A clear understanding of the role played by SO interactions in the phenomena of persistent charge and spin currents necessitates proper estimation of the strength of these interactions. The Rashba SO interaction which is controlled by an external gate voltage placed in the vicinity of the sample [36], [37] can be determined by the structure of the interface. This yields, in principle, a wide range of possible values of RSOI and its determination in any given material is crucial [42]. The feasible routes of measuring the strength of DSOI are mainly based on the photo-galvanic methods [43], measurement of electrical conductance of nano-wires [44], and an optical monitoring of the spin precession of the electrons [45]. A unitary transformation has been explored [46], [47] which brings out a hidden symmetry, when applied to the SO Hamiltonian, that has been used to establish that by making the strengths of the two SO interactions equal one achieves a zero spin current in the material [48], and this vanishing spin current is a robust effect which is observed even in the presence of disorder [48], and thus, can be established experimentally. Observing the persistent charge current [49] one can estimate the strength of DSOI, and, by monitoring the vanishing of persistent spin current one can determine both the RSOI and DSOI in a single mesoscopic ring [48], [50].
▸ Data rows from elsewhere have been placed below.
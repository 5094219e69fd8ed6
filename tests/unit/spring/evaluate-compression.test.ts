import fc from 'fast-check'
import { describe, expect, it } from 'vitest'
import { EvaluateRequestSchema, EvaluateResponseSchema } from '#shared/schemas/spring'
import { COMPRESSION_ENDS, MATERIAL_CODES, evaluateCompression, type CompressionInput } from '#shared/spring'
import { COMPRESSION_CHECKS } from '../../../shared/spring/mechanics/compression/checks'
import { makeSpring } from './springs'

const stopsOf = (input: CompressionInput) =>
  evaluateCompression(input).checks.filter(c => !c.ok && c.severity === 'stop').map(c => c.code)
const verdict = (input: CompressionInput, code: string) => {
  const check = evaluateCompression(input).checks.find(c => c.code === code)
  return check ? (check.ok ? 'pass' : check.severity) : 'absent'
}

describe('evaluating a sound spring', () => {
  const result = evaluateCompression(makeSpring())

  it('passes every check and answers in the agreed shape', () => {
    expect(result.checks.filter(c => !c.ok && c.severity !== 'note')).toEqual([])
    expect(EvaluateResponseSchema.parse(result)).toEqual(result)
  })

  it('computes the parts of the answer from each other', () => {
    expect(result.springIndex).toBe(8)
    expect(result.outerDiameterMm).toBe(18)
    expect(result.innerDiameterMm).toBe(14)
    expect(result.tensileStrengthMpa).toBe(1980)
    expect(result.allowableStressMpa).toBeCloseTo(0.56 * 1980, 9)
    expect(result.solidLengthMm).toBeCloseTo(10 * 2.021, 9)
    expect(result.shortestLengthMm).toBeCloseTo(result.solidLengthMm + result.minimumClearanceMm, 12)
    expect(result.solid.forceN).toBeCloseTo(result.rateNPerMm * (60 - result.solidLengthMm), 9)
    expect(result.points.map(p => p.forceN)).toEqual([10, 20].map(s => expect.closeTo(s * result.rateNPerMm, 9)))
    expect(result.fatigue).toBeNull()
    expect(result.tolerances.map(t => t.quantity)).toContain('force2N')
  })

  it('takes points by length, force or deflection alike', () => {
    const byLength = evaluateCompression(makeSpring({ points: [{ lengthMm: 45 }] })).points[0]
    const byDeflection = evaluateCompression(makeSpring({ points: [{ deflectionMm: 15 }] })).points[0]
    const byForce = evaluateCompression(makeSpring({ points: [{ forceN: 15 * result.rateNPerMm }] })).points[0]
    expect(byDeflection).toEqual(byLength)
    expect(byForce?.lengthMm).toBeCloseTo(45, 9)
  })

  it('replaces the table\'s values by the caller\'s', () => {
    const own = evaluateCompression(makeSpring({ materialValues: { tensileStrengthMpa: 1000, shearModulusMpa: 40_750, densityKgPerM3: 15_700 } }))
    expect(own.rateNPerMm).toBeCloseTo(result.rateNPerMm / 2, 12)
    expect(own.massG).toBeCloseTo(result.massG * 2, 9)
    expect(own.allowableStressMpa).toBeCloseTo(560, 9)
  })

  it('reports the textbook solid length and the Wahl factor by the other method', () => {
    const wahl = evaluateCompression(makeSpring({ method: 'wahl' }))
    expect(wahl.solidLengthMm).toBe(20)
    expect(wahl.stressCorrectionFactor).toBeCloseTo(31 / 28 + 0.615 / 8, 12)
    expect(wahl.allowableStressMpa).toBeCloseTo(0.45 * 1980, 9)
  })

  it('softens the rate at temperature and leaves the rate at 20 °C alone', () => {
    const warm = evaluateCompression(makeSpring({ temperatureC: 70 }))
    expect(warm.rateNPerMm).toBe(result.rateNPerMm)
    expect(warm.rateAtTemperatureNPerMm).toBeCloseTo(result.rateNPerMm * (1 - 0.25e-3 * 50), 9)
  })
})

/** One change to the sound spring that each stop check must refuse. */
const BROKEN: Record<string, Partial<CompressionInput>> = {
  'wire-range': { wireDiameterMm: 25, meanDiameterMm: 200, freeLengthMm: 600, points: [] },
  'index': { meanDiameterMm: 7.9, freeLengthMm: 27, points: [] },
  'coils': { activeCoils: 1.9, freeLengthMm: 14, points: [] },
  'order': { points: [{ lengthMm: 40 }, { lengthMm: 50 }] },
  'clearance': { points: [{ lengthMm: 22 }] },
  'stress-solid': { freeLengthMm: 66, points: [] },
  'stress-working': { freeLengthMm: 80, points: [{ lengthMm: 30 }], solidSafe: false },
  'fatigue': { duty: { cycles: 1e6 }, points: [{ lengthMm: 55 }, { lengthMm: 28 }] },
  'bore': { fit: { boreMm: 18.4 } },
  'rod': { fit: { rodMm: 13.8 } },
  'buckling': { seatingCoefficient: 2, points: [{ lengthMm: 35 }] },
  'solid-length': { fit: { maxSolidLengthMm: 20 } },
  'free-length': { fit: { maxFreeLengthMm: 59 } },
  'temperature': { temperatureC: 101 },
}

describe('checks', () => {
  it.each(Object.entries(BROKEN))('%s stops a spring that breaks it, and nothing else does', (code, change) => {
    expect(stopsOf(makeSpring(change))).toEqual([code])
  })

  it('has a broken spring for every check that can stop', () => {
    const neverStop = ['resonance', 'peening', 'tangling', 'surroundings']
    expect(Object.keys(BROKEN).sort()).toEqual(COMPRESSION_CHECKS.map(c => c.code).filter(c => !neverStop.includes(c)).sort())
  })

  it('stops points beyond the free length or below solid, and a free length without travel', () => {
    expect(stopsOf(makeSpring({ points: [{ lengthMm: 61 }] }))).toContain('order')
    expect(stopsOf(makeSpring({ points: [{ lengthMm: 61 }, { lengthMm: 40 }] }))).toContain('order')
    expect(stopsOf(makeSpring({ points: [{ lengthMm: 19 }] }))).toContain('order')
    expect(stopsOf(makeSpring({ freeLengthMm: 20, points: [] }))).toContain('order')
  })

  it('cautions near each limit before it stops', () => {
    expect(verdict(makeSpring({ meanDiameterMm: 9, freeLengthMm: 24, points: [] }), 'index')).toBe('caution')
    expect(verdict(makeSpring({ activeCoils: 2.5, freeLengthMm: 14, points: [] }), 'coils')).toBe('caution')
    expect(verdict(makeSpring({ points: [{ lengthMm: 23.9 }] }), 'clearance')).toBe('caution')
    expect(verdict(makeSpring({ freeLengthMm: 63.5, points: [] }), 'stress-solid')).toBe('caution')
    expect(verdict(makeSpring({ fit: { boreMm: 18.6 } }), 'bore')).toBe('caution')
    expect(verdict(makeSpring({ fit: { rodMm: 13.6 } }), 'rod')).toBe('caution')
    expect(verdict(makeSpring({ temperatureC: 85 }), 'temperature')).toBe('caution')
    expect(verdict(makeSpring({ temperatureC: -5 }), 'temperature')).toBe('caution')
    expect(verdict(makeSpring({ duty: { strokesPerMinute: 2000 } }), 'resonance')).toBe('caution')
    expect(evaluateCompression(makeSpring(), { stocked: false }).checks[0]).toMatchObject({ code: 'wire-range', ok: false, severity: 'caution' })
  })

  it('only cautions about solid stress where going solid is excluded, and about buckling where it is guided', () => {
    expect(verdict(makeSpring({ freeLengthMm: 66, points: [], solidSafe: false }), 'stress-solid')).toBe('caution')
    const tall = { seatingCoefficient: 2, points: [{ lengthMm: 35 }] } as const
    expect(verdict(makeSpring({ ...tall, guided: true }), 'buckling')).toBe('caution')
    expect(verdict(makeSpring({ ...tall, fit: { boreMm: 25 } }), 'buckling')).toBe('caution')
  })

  it('checks fatigue from 1e5 strokes, from zero where one point is given, and not in wire beyond the data', () => {
    const points = [{ lengthMm: 55 }, { lengthMm: 40 }]
    expect(verdict(makeSpring({ points, duty: { cycles: 99_999 } }), 'fatigue')).toBe('absent')
    const two = evaluateCompression(makeSpring({ points, duty: { cycles: 1e5 } }))
    const one = evaluateCompression(makeSpring({ points: points.slice(1), duty: { cycles: 1e5 } }))
    const factor = (r: typeof two) => r.checks.find(c => c.code === 'fatigue')?.value ?? Number.NaN
    expect(factor(two)).toBeGreaterThan(factor(one))
    expect(factor(two)).toBeCloseTo(two.fatigue?.safetyFactor ?? Number.NaN, 12)
    expect(factor(evaluateCompression(makeSpring({ points, duty: { cycles: 1e5 }, shotPeened: true })))).toBeGreaterThan(factor(two))
    const thick = makeSpring({ wireDiameterMm: 12, meanDiameterMm: 96, freeLengthMm: 240, points: [{ lengthMm: 230 }, { lengthMm: 225 }], duty: { cycles: 1e6 } })
    expect(stopsOf(thick)).toEqual(['fatigue'])
  })

  it('counts surroundings against plain steel and not against stainless', () => {
    const at = (material: CompressionInput['material']) =>
      evaluateCompression(makeSpring({ material }), { surroundings: 'damp' }).checks.find(c => c.code === 'surroundings')?.ok
    expect(at('EN10270-1-SH')).toBe(false)
    expect(at('EN10270-3-1.4310')).toBe(true)
  })
})

describe('any request the schema lets in', () => {
  const bounded = (min: number, max: number) => fc.double({ min, max, noNaN: true })
  const request = fc.record({
    kind: fc.constant('compression'),
    material: fc.constantFrom(...MATERIAL_CODES),
    wireDiameterMm: fc.oneof(bounded(0.01, 100), bounded(0.5, 5)),
    meanDiameterMm: fc.oneof(bounded(0.02, 5000), bounded(2, 60)),
    activeCoils: fc.oneof(bounded(0.1, 1000), bounded(2, 20)),
    freeLengthMm: fc.oneof(bounded(0.01, 20_000), bounded(10, 200)),
    ends: fc.constantFrom(...COMPRESSION_ENDS),
    points: fc.array(fc.oneof(
      fc.record({ lengthMm: bounded(0.01, 20_000) }), fc.record({ forceN: bounded(0.0001, 1e7) }), fc.record({ deflectionMm: bounded(0, 20_000) }),
    ), { maxLength: 6 }),
    method: fc.constantFrom('en13906', 'wahl'),
    duty: fc.record({ cycles: fc.oneof(bounded(0, 1e12), bounded(1e5, 1e8)), strokesPerMinute: bounded(0, 1e5) }),
    temperatureC: bounded(-273, 1500),
    fit: fc.record({ boreMm: bounded(20, 5000), rodMm: bounded(0.01, 19) }),
    shotPeened: fc.boolean(),
    preset: fc.boolean(),
    toleranceGrade: fc.constantFrom(1, 2, 3),
  })

  it('gets an answer of finite numbers in the agreed shape', () => {
    let parsed = 0
    fc.assert(fc.property(request, (body) => {
      const input = EvaluateRequestSchema.safeParse(body)
      if (!input.success || input.data.kind !== 'compression') return
      parsed++
      const result = evaluateCompression(input.data)
      expect(EvaluateResponseSchema.safeParse(result).error).toBeUndefined()
      expect(result.checks.every(c => c.message !== '')).toBe(true)
    }), { numRuns: 1000 })
    expect(parsed).toBeGreaterThan(300)
  })

  it('has stresses and index that do not change when every length grows alike and forces by its square', () => {
    // Wahl method: its solid length has no rounded wire tolerance, so the spring scales exactly. Strength is given.
    fc.assert(fc.property(bounded(0.6, 3), bounded(5, 12), bounded(3, 12), bounded(1.1, 3), (d, w, n, f) => {
      const spring = (scale: number) => evaluateCompression(makeSpring({
        method: 'wahl',
        wireDiameterMm: d * scale,
        meanDiameterMm: d * w * scale,
        activeCoils: n,
        freeLengthMm: 4 * n * d * scale,
        points: [{ lengthMm: 3 * n * d * scale }],
        materialValues: { tensileStrengthMpa: 1800 },
      }))
      const small = spring(1)
      const large = spring(f)
      expect(large.springIndex).toBeCloseTo(small.springIndex, 9)
      expect(large.points[0]?.stressMpa).toBeCloseTo(small.points[0]?.stressMpa ?? Number.NaN, 5)
      expect((large.points[0]?.forceN ?? 0) / (small.points[0]?.forceN ?? 1)).toBeCloseTo(f * f, 6)
      expect(large.massG / small.massG).toBeCloseTo(f ** 3, 6)
      expect(large.naturalFrequencyHz * f).toBeCloseTo(small.naturalFrequencyHz, 4)
      expect(large.solid.stressMpa).toBeCloseTo(small.solid.stressMpa, 4)
    }), { numRuns: 200 })
  })
})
The established approach to the determination of persistent charge [6], [40], [49], [51], [52], [53], [54], [55], [56] and spin [30], [40], [50], [57] currents in isolated conducting rings is based on the evaluation of eigenvalues and eigenvectors of the system Hamiltonian. For large size rings such an approach becomes highly numerically unreliable, and most importantly – hard to speculate in the presence of interaction with external baths. Here we propose a new approach, based on Green׳s function formalism, that circumvents the need to evaluate system eigenvalues and eigenfunctions. In particular, this Green׳s function methodology for determining persistent currents should give us access to evaluation of the magnetic properties of large conducting rings as well as molecular rings encountered in biopolymers. We firmly believe that the Green׳s function technique will yield persistent charge and spin currents a very high degree of accuracy, and this will definitely make it possible to consider the interplay between molecular structure and geometry and the resulting persistent currents obtained in the presence of an AB flux ϕ and SO interactions.

The rest of the paper is organized as follows. In Section 2, the model quantum system and the calculation method are described. In Section 3, the numerical results are presented which describe the (i) behavior of persistent charge current, (ii) characteristic features of persistent spin current, and (iii) possible route of estimating the strength of RSOI and DSOI in a single mesoscopic ring. Finally, in Section 4, we summarize our essential results.